- Interactive map of Alhambra, Illinois
- Coordinates: 38°53′16″N 89°44′10″W﻿ / ﻿38.88778°N 89.73611°W
- Country: United States
- State: Illinois
- County: Madison
- Township: Alhambra

Area
- • Total: 0.76 sq mi (1.98 km^{2})
- • Land: 0.76 sq mi (1.96 km^{2})
- • Water: 0.0077 sq mi (0.02 km^{2})
- Elevation: 558 ft (170 m)

Population (2020)
- • Total: 622
- • Density: 823.3/sq mi (317.86/km^{2})
- Time zone: UTC-6 (CST)
- • Summer (DST): UTC-5 (CDT)
- ZIP code: 62001
- Area code: 618
- FIPS code: 17-00737
- GNIS feature ID: 2397932
- Website: villageofalhambra.com

= Alhambra, Illinois =

Alhambra is a village in Madison County, Illinois, United States. The population was 622 at the 2020 census.

Alhambra is part of the Metro-East region of the St. Louis, MO-IL Metropolitan Statistical Area.

==History==
Alhambra was laid out in 1849. The name was inspired by Tales of the Alhambra by Washington Irving.

The first cooperative soybean processing unit in Illinois, the Alhambra Grain & Feed Co., was located in the village. It began full production on March 1, 1945.

==Geography==
Alhambra is located in northeastern Madison County. Illinois Route 140 passes through the village as Main Street, leading west 6 mi to Hamel and east 17 mi to Greenville. St. Louis, Missouri, is 36 mi to the southwest.

According to the U.S. Census Bureau, Alhambra has a total area of 0.76 sqmi, of which 0.01 sqmi, or 1.05%, are water. The village drains southwest to Silver Creek, a south-flowing tributary of the Kaskaskia River.

==Demographics==

Historical population
| Census | Pop. | Note | %± |
| 1870 | 101 |  | — |
| 1880 | 168 |  | 66.3% |
| 1900 | 368 |  | — |
| 1910 | 433 |  | 17.7% |
| 1920 | 354 |  | −18.2% |
| 1930 | 355 |  | 0.3% |
| 1940 | 375 |  | 5.6% |
| 1950 | 476 |  | 26.9% |
| 1960 | 537 |  | 12.8% |
| 1970 | 594 |  | 10.6% |
| 1980 | 643 |  | 8.2% |
| 1990 | 709 |  | 10.3% |
| 2000 | 630 |  | −11.1% |
| 2010 | 681 |  | 8.1% |
| 2020 | 622 |  | −8.7% |
U.S. Decennial Census

=== 2000 census ===
As of the census of 2000, there were 630 people, 209 households, and 145 families residing in the village.
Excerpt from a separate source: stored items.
"""One-port terms from known reflections."""

import numpy as np
from hypothesis import given, settings
from hypothesis import strategies as st

from deembed.numeric import sol
from deembed.numeric.sol import seen_reflection

SEEDS = st.integers(0, 2**32 - 1)


def reflection_terms(measured, known, weights=None):
    """The solver, standards last."""
    split = [
        None if x is None else list(np.moveaxis(np.asarray(x), -1, 0)) for x in (measured, known, weights)
    ]
    return sol.reflection_terms(*split)


def disk(rng, shape, radius=0.9):
    return radius * np.sqrt(rng.uniform(size=shape)) * np.exp(2j * np.pi * rng.uniform(size=shape))


def box(rng, shape):
    turn = np.exp(2j * np.pi * rng.uniform(size=shape))
    return disk(rng, shape), disk(rng, shape), rng.uniform(0.3, 1.5, shape) * turn


def seen_through(known, e00, e11, tracking):
    """A load behind a two-port: e00 + e10e01 G / (1 - e11 G)."""
    e00, e11, tracking = (x[..., None] for x in (e00, e11, tracking))
    return e00 + tracking * known / (1 - e11 * known)


def standards(rng, shape, count):
    """Well apart: near open, short, load and two quarter turns, 0.35 around each."""
    base = np.array([0.9, -0.9, 0.0, 0.9j, -0.9j][:count])
    return base + disk(rng, (*shape, count), 0.35)


@given(SEEDS, st.sampled_from([(6,), (2, 3)]), st.integers(3, 5))
@settings(max_examples=150)
def test_random_boxes_are_recovered(seed, shape, count):
    rng = np.random.default_rng(seed)
    terms = box(rng, shape)
    known = standards(rng, shape, count)
    measured = seen_through(known, *terms)
    found = reflection_terms(measured, known)
    for ours, true in zip(found, terms, strict=True):
        np.testing.assert_allclose(ours, true, rtol=0, atol=1e-9)
    unknown = disk(rng, shape)
    back = seen_reflection(seen_through(unknown[..., None], *terms)[..., 0], *found)
    np.testing.assert_allclose(back, unknown, rtol=0, atol=1e-9)


def test_more_than_three_standards_are_a_least_squares_fit(rng):
    """numpy's own least squares, frequency by frequency, equal weights and given ones."""
    terms, known = box(rng, (4,)), standards(rng, (4,), 5)
    measured = seen_through(known, *terms) + 0.01 * disk(rng, known.shape)
    for weights in (None, rng.uniform(0.5, 2.0, 5)):
        found = np.stack(reflection_terms(measured, known, weights), axis=-1)
        for k in range(4):
            rows = np.stack([np.ones(5), known[k] * measured[k], -known[k]], axis=-1)
            w = np.ones(5) if weights is None else weights
            e00, e11, d = np.linalg.lstsq(rows * w[:, None], measured[k] * w, rcond=None)[0]
            np.testing.assert_allclose(found[k], [e00, e11, e00 * e11 - d], rtol=0, atol=1e-10)


def test_equal_standards_or_readings_give_nan(rng):
    terms = box(rng, (3,))
    known = np.array([[1.0, -1.0, 0.0], [1.0, -1.0, 0.5], [1.0, 0.7, 0.0]])
    measured = seen_through(known, *terms)
    measured[1, 0] = np.nan
    alike = known.copy()
    alike[2, 1] = alike[2, 0]  # said to be alike, read apart
    for found in reflection_terms(measured, alike):
        np.testing.assert_array_equal(np.isfinite(found), [True, False, False])
    measured[2, 1] = measured[2, 0]  # read alike, said to be apart
    for found in reflection_terms(measured, known):
        np.testing.assert_array_equal(np.isfinite(found), [True, False, False])
    for found in reflection_terms(measured, alike):
        np.testing.assert_array_equal(np.isfinite(found), [True, False, False])


def test_definitions_broadcast_over_a_leading_dim_of_their_own(rng):
    terms = box(rng, (4,))
    measured = seen_through(np.array([1.0, -1.0, 0.0]), *terms)
    known = np.broadcast_to([1.0, -1.0, 0.0], (7, 1, 3)).copy()
    known[3, 0, 2] = 0.02
    found = reflection_terms(measured, known)
    assert all(x.shape == (7, 4) for x in found)
    np.testing.assert_allclose(found[0][0], terms[0], rtol=0, atol=1e-12)
    assert np.abs(found[0][3] - terms[0]).min() > 1e-4
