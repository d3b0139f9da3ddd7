"""Runs the solvers of one peer script over the shared cases and prints one JSON line for each."""
import json
import statistics
import sys
import time

import numpy as np

from base_states import tanh_gravity, thick_disk

ACCURACY = 1e-8
REFERENCE_POINTS = {"tanh": 80, "thick disk": 140}


def cases():
    """Model, parity, kx, ky: one wavelength near the fastest of each model, along and oblique."""
    tanh, thick = tanh_gravity(), thick_disk()
    wave = 2 * np.pi / 3000.0
    for parity in ("mirror", "flexing"):
        yield tanh, parity, 0.4, 0.0
        yield tanh, parity, 0.4, 1.0
        yield thick, parity, wave, 0.0
        yield thick, parity, wave, wave


def converged(model, parity, kx, ky):
    """Median over fine Chebyshev grids of the symmetric form, which removes the rounding of single ones."""
    from dense import Weak

    start = REFERENCE_POINTS[model.name]
    return statistics.median(Weak(model, n, parity).growth_rate(kx, ky) for n in range(start, start + 22, 2))


def smallest_grid(solver, grids, model, parity, kx, ky, truth):
    """First grid from which on three in a row reach the accuracy, so that a lucky crossing does not count."""
    grids = list(grids)
    good = []
    for size in grids:
        error = abs(solver(model, size, parity).growth_rate(kx, ky) / truth - 1)
        good = good + [size] if error <= ACCURACY else []
        if len(good) == 3:
            return good[0]
    return None


def milliseconds(call, least=0.7):
    """Median time of a warm call."""
    for _ in range(20):
        call()
    times, start = [], time.perf_counter()
    while time.perf_counter() - start < least or len(times) < 30:
        t = time.perf_counter()
        call()
        times.append(time.perf_counter() - t)
    return round(1e3 * statistics.median(times), 4)


def main(solvers, grids):
    only = sys.argv[1] if len(sys.argv) > 1 else ""
    for model, parity, kx, ky in cases():
        if only and only not in model.name:
            continue
        truth = converged(model, parity, kx, ky)
        for name, solver in solvers.items():
            size = smallest_grid(solver, grids, model, parity, kx, ky, truth)
            if size is None:
                print(json.dumps(dict(solver=name, model=model.name, parity=parity, kx=kx, ky=ky, grid=None)))
                continue
            ready = solver(model, size, parity)
            rate = ready.growth_rate(kx, ky)
            print(json.dumps({
                "solver": name, "model": model.name, "parity": parity, "kx": kx, "ky": ky, "grid": size,
                "growth-rate": rate, "converged": truth, "relative-error": abs(rate / truth - 1),
                "growth-per-Myr": truth / model.time,
                "milliseconds": milliseconds(lambda: ready.growth_rate(kx, ky)),
                "milliseconds-with-mode": milliseconds(lambda: ready.mode(kx, ky)),
                "milliseconds-from-scratch": milliseconds(
                    lambda: solver(model, size, parity).growth_rate(kx, ky))}), flush=True)
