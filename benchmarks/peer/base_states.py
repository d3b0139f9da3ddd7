"""Base states of the two models that the peer scripts solve.

A state is a function of the height z that returns a dictionary of arrays:
  g         gravity, downward
  slope     d ln(rho)/dz
  gas       p/rho           (isothermal speed squared)
  magnetic  p_B/rho
  stiff     (gamma p + gamma_c_eff p_c)/rho, the resistance to compression
and a model adds its domain [0, lid] about the midplane and the unit of its numbers.
"""
from dataclasses import dataclass
from typing import Callable

import numpy as np
from scipy.special import erfcx

PARSEC = 3.0856775814913673e18  # cm, IAU 2015 B3
MEGAYEAR = 1e6 * 365.25 * 86400.0  # s
HYDROGEN_MASS = 1.00782503190 * 1.66053906892e-24  # g, AME 2020 and CODATA 2022


@dataclass(frozen=True)
class Model:
    name: str
    state: Callable
    lid: float
    length: float = 1.0  # units of the caller per unit of z
    time: float = 1.0


def tanh_gravity(lid=10.0, alpha=1.0, beta=1.0, gamma=1.0):
    """Gravity g0 tanh(z/H), H = (1 + alpha + beta) c^2/g0, units c = H = 1; cosmic rays diffuse at once."""
    total = 1.0 + alpha + beta

    def state(z):
        one = np.ones_like(z)
        return dict(g=total * np.tanh(z), slope=-np.tanh(z), gas=one, magnetic=alpha * one, stiff=gamma * one)

    return Model("tanh", state, lid)


# Near the Sun: hydrogen nuclei per cm^3 and scale in pc of each stratum (after Boulares & Cox 1990, as used
# by Kim et al. 2000, ApJ 531, 873), 1.27 m_H for each nucleus.
GAUSSIANS = [(0.6, 70.0), (0.3, 135.0), (0.07, 135.0)]
EXPONENTIALS = [(0.1, 400.0), (0.03, 900.0)]
# g = 8e-9 cm/s^2 [1 - 0.52 exp(-z/325 pc) - 0.48 exp(-z/900 pc)] (Martos & Cox 1998).
STRENGTH = 8e-9
DECAYS = [(1.0, np.inf), (-0.52, 325.0), (-0.48, 900.0)]


def thick_disk(lid_pc=5000.0, midplane_field=5e-6, gamma=1.0):
    """Thick multi-component disk near the Sun; the field is what the balance leaves over. Unit: pc, km/s."""
    kms = 1e5
    acceleration = STRENGTH * PARSEC / kms**2  # (km/s)^2/pc
    nucleus = 1.27 * HYDROGEN_MASS

    def nuclei(z):
        return (sum(n * np.exp(-0.5 * (z / h) ** 2) for n, h in GAUSSIANS)
                + sum(n * np.exp(-z / h) for n, h in EXPONENTIALS))

    def nuclei_slope(z):
        return (sum(-n * z / h**2 * np.exp(-0.5 * (z / h) ** 2) for n, h in GAUSSIANS)
                + sum(-n / h * np.exp(-z / h) for n, h in EXPONENTIALS))

    def gravity(z):
        return acceleration * sum(f * np.exp(-z / a) for f, a in DECAYS)

    def weight(z):
        """Integral of n g from z to infinity, (km/s)^2 cm^-3, in closed form."""
        total = np.zeros_like(z)
        for f, a in DECAYS:
            for n, h in GAUSSIANS:
                u = (z / h + h / a) / np.sqrt(2.0)
                total += f * n * h * np.sqrt(np.pi / 2) * erfcx(u) * np.exp(-0.5 * (z / h) ** 2 - z / a)
            for n, h in EXPONENTIALS:
                rate = 1.0 / h + 1.0 / a
                total += f * n / rate * np.exp(-z * rate)
        return acceleration * total

    zero = np.zeros(1)
    midplane_magnetic = midplane_field**2 / (8 * np.pi) / nucleus / kms**2
    sound2 = float((weight(zero)[0] - midplane_magnetic) / nuclei(zero)[0])

    def state(z):
        n = nuclei(z)
        magnetic = weight(z) / n - sound2
        if np.any(magnetic < 0):
            raise ValueError("the balance leaves no field at z = %g pc" % z[np.argmin(magnetic)])
        one = np.ones_like(z)
        return dict(g=gravity(z), slope=nuclei_slope(z) / n, gas=sound2 * one, magnetic=magnetic,
                    stiff=gamma * sound2 * one)

    return Model("thick disk", state, lid_pc, time=PARSEC / kms / MEGAYEAR)
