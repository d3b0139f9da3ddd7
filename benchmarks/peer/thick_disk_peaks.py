"""Fastest wavelength and growth time of the thick disk under lids at 3, 5 and 8 kpc: are the scripts right?

Kim et al. (2000), ApJ 531, 873, state a wavelength of about 3 kpc and a growth time of about 30 Myr, nearly
equal for both midplane parities.
"""
import json

import numpy as np
from scipy.optimize import minimize_scalar

from base_states import thick_disk
from dense import Weak

for lid, points in ((3000.0, 80), (5000.0, 100), (8000.0, 140)):
    model = thick_disk(lid)
    for parity in ("mirror", "flexing"):
        solver = Weak(model, points, parity)
        peak = minimize_scalar(lambda wave: -solver.growth_rate(2 * np.pi / wave), bounds=(1000.0, 10000.0),
                               method="bounded", options=dict(xatol=1e-6))
        print(json.dumps({"lid-kpc": lid / 1e3, "parity": parity, "wavelength-kpc": round(peak.x / 1e3, 5),
                          "growth-rate-per-Myr": -peak.fun / model.time,
                          "growth-time-Myr": model.time / -peak.fun}))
The population density was 834.4 PD/sqmi. There were 216 housing units at an average density of 286.1 /sqmi. The racial makeup of the village was 98.73% White, and 1.27% from two or more races.

There were 209 households, out of which 28.2% had children under the age of 18 living with them, 59.3% were married couples living together, 5.7% had a female householder with no husband present, and 30.6% were non-families. 27.3% of all households were made up of individuals, and 15.8% had someone living alone who was 65 years of age or older. The average household size was 2.37 and the average family size was 2.90.

In the village, the population was spread out, with 17.1% under the age of 18, 6.5% from 18 to 24, 22.9% from 25 to 44, 19.5% from 45 to 64, and 34.0% who were 65 years of age or older. The median age was 48 years. For every 100 females, there were 78.0 males. For every 100 females age 18 and over, there were 70.0 males.

The median income for a household in the village was $36,818, and the median income for a family was $53,214. Males had a median income of $31,484 versus $22,981 for females. The per capita income for the village was $16,124. About 3.1% of families and 4.7% of the population were below the poverty line, including 4.1% of those under age 18 and 10.6% of those age 65 or over.

=== 2020 census ===
As of the census of 2020, there was a total population of 622 living in the village, divided amongst 228 total households used (out of 246 total housing units). The percentage of people 65 years or older was 34.5%, almost double the amount of similarly-aged people throughout the entire state of Illinois, 17.9%. The median household income was $68,500, lower than the median household income throughout Illinois.

==Education==
Alhambra is served by Highland Community Unit School District 5, which operates Alhambra Primary School in the village.